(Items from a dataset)
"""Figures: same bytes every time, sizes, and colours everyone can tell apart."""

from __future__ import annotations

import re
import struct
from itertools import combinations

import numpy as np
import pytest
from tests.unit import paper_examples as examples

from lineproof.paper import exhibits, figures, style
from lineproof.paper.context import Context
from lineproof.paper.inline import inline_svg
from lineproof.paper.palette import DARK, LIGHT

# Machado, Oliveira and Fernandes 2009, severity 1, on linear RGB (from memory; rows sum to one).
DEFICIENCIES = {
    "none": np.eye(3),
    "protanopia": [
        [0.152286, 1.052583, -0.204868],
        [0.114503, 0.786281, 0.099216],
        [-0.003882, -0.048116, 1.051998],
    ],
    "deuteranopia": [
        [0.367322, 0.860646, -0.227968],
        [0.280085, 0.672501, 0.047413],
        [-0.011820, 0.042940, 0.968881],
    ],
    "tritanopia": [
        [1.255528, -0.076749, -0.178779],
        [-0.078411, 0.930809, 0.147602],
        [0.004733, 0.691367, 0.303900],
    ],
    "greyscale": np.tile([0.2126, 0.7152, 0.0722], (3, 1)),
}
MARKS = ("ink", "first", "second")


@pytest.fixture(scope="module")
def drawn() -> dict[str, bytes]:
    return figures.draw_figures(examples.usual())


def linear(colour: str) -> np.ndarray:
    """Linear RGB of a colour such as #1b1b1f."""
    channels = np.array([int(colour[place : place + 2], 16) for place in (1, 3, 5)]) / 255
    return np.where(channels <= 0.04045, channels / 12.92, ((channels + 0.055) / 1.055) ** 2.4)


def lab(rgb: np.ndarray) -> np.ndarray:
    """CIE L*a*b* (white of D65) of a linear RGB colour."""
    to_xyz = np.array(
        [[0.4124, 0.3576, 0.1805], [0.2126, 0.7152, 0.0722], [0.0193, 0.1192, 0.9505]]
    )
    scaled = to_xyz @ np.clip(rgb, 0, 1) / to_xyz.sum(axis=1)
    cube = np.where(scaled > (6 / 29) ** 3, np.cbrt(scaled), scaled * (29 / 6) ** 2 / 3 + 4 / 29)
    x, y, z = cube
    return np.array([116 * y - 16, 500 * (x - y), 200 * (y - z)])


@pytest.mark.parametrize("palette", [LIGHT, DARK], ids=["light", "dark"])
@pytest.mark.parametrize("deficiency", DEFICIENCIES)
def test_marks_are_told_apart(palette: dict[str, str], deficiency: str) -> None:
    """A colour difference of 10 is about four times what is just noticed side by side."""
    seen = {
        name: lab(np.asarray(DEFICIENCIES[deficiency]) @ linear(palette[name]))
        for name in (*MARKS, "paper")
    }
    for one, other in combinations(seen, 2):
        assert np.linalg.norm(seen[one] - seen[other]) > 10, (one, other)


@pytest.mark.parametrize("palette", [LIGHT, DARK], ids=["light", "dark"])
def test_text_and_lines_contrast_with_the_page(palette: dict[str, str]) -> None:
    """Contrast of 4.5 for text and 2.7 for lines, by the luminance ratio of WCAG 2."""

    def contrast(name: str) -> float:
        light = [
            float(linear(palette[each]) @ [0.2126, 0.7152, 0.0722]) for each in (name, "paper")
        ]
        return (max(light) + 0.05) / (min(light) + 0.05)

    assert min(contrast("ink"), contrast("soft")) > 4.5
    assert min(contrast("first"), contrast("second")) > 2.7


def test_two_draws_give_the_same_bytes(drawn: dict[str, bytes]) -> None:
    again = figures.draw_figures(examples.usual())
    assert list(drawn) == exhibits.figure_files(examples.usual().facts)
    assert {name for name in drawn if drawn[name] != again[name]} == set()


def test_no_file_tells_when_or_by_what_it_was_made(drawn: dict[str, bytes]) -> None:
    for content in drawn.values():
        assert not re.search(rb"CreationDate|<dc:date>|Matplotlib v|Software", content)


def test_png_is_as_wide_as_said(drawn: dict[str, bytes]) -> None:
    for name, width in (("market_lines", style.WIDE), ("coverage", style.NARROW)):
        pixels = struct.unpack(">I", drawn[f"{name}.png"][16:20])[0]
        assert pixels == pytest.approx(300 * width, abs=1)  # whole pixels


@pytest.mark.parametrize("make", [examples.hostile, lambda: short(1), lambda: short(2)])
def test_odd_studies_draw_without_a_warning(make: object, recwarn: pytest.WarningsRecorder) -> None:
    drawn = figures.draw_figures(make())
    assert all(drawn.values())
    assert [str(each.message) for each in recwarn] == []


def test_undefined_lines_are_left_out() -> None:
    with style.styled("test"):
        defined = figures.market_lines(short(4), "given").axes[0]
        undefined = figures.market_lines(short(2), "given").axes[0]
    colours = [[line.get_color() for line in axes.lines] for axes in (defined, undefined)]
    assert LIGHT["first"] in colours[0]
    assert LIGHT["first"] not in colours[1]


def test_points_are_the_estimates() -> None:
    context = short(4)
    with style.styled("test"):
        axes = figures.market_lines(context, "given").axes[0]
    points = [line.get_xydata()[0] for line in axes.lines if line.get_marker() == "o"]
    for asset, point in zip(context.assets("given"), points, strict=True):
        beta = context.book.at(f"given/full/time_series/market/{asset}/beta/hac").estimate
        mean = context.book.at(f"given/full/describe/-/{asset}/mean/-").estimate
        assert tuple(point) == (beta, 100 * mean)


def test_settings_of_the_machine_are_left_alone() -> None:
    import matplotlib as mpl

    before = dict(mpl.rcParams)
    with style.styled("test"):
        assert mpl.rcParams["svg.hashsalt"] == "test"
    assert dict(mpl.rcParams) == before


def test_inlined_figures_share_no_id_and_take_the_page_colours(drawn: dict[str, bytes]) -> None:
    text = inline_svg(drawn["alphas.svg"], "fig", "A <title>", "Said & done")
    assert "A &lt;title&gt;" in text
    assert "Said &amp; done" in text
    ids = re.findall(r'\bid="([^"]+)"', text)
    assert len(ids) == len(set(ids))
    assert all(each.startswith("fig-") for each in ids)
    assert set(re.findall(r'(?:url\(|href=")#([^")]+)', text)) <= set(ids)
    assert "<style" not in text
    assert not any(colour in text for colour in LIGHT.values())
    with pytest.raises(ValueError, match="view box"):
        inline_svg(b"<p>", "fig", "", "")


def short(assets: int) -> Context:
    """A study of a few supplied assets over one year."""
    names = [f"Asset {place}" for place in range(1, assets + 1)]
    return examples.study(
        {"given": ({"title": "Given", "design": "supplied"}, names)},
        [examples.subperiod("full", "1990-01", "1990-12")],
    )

● **Work to complete**
Please copy each line of the records above in which the word "other" can be found.

● **Answer space**
    for one, other in combinations(seen, 2):
        assert np.linalg.norm(seen[one] - seen[other]) > 10, (one, other)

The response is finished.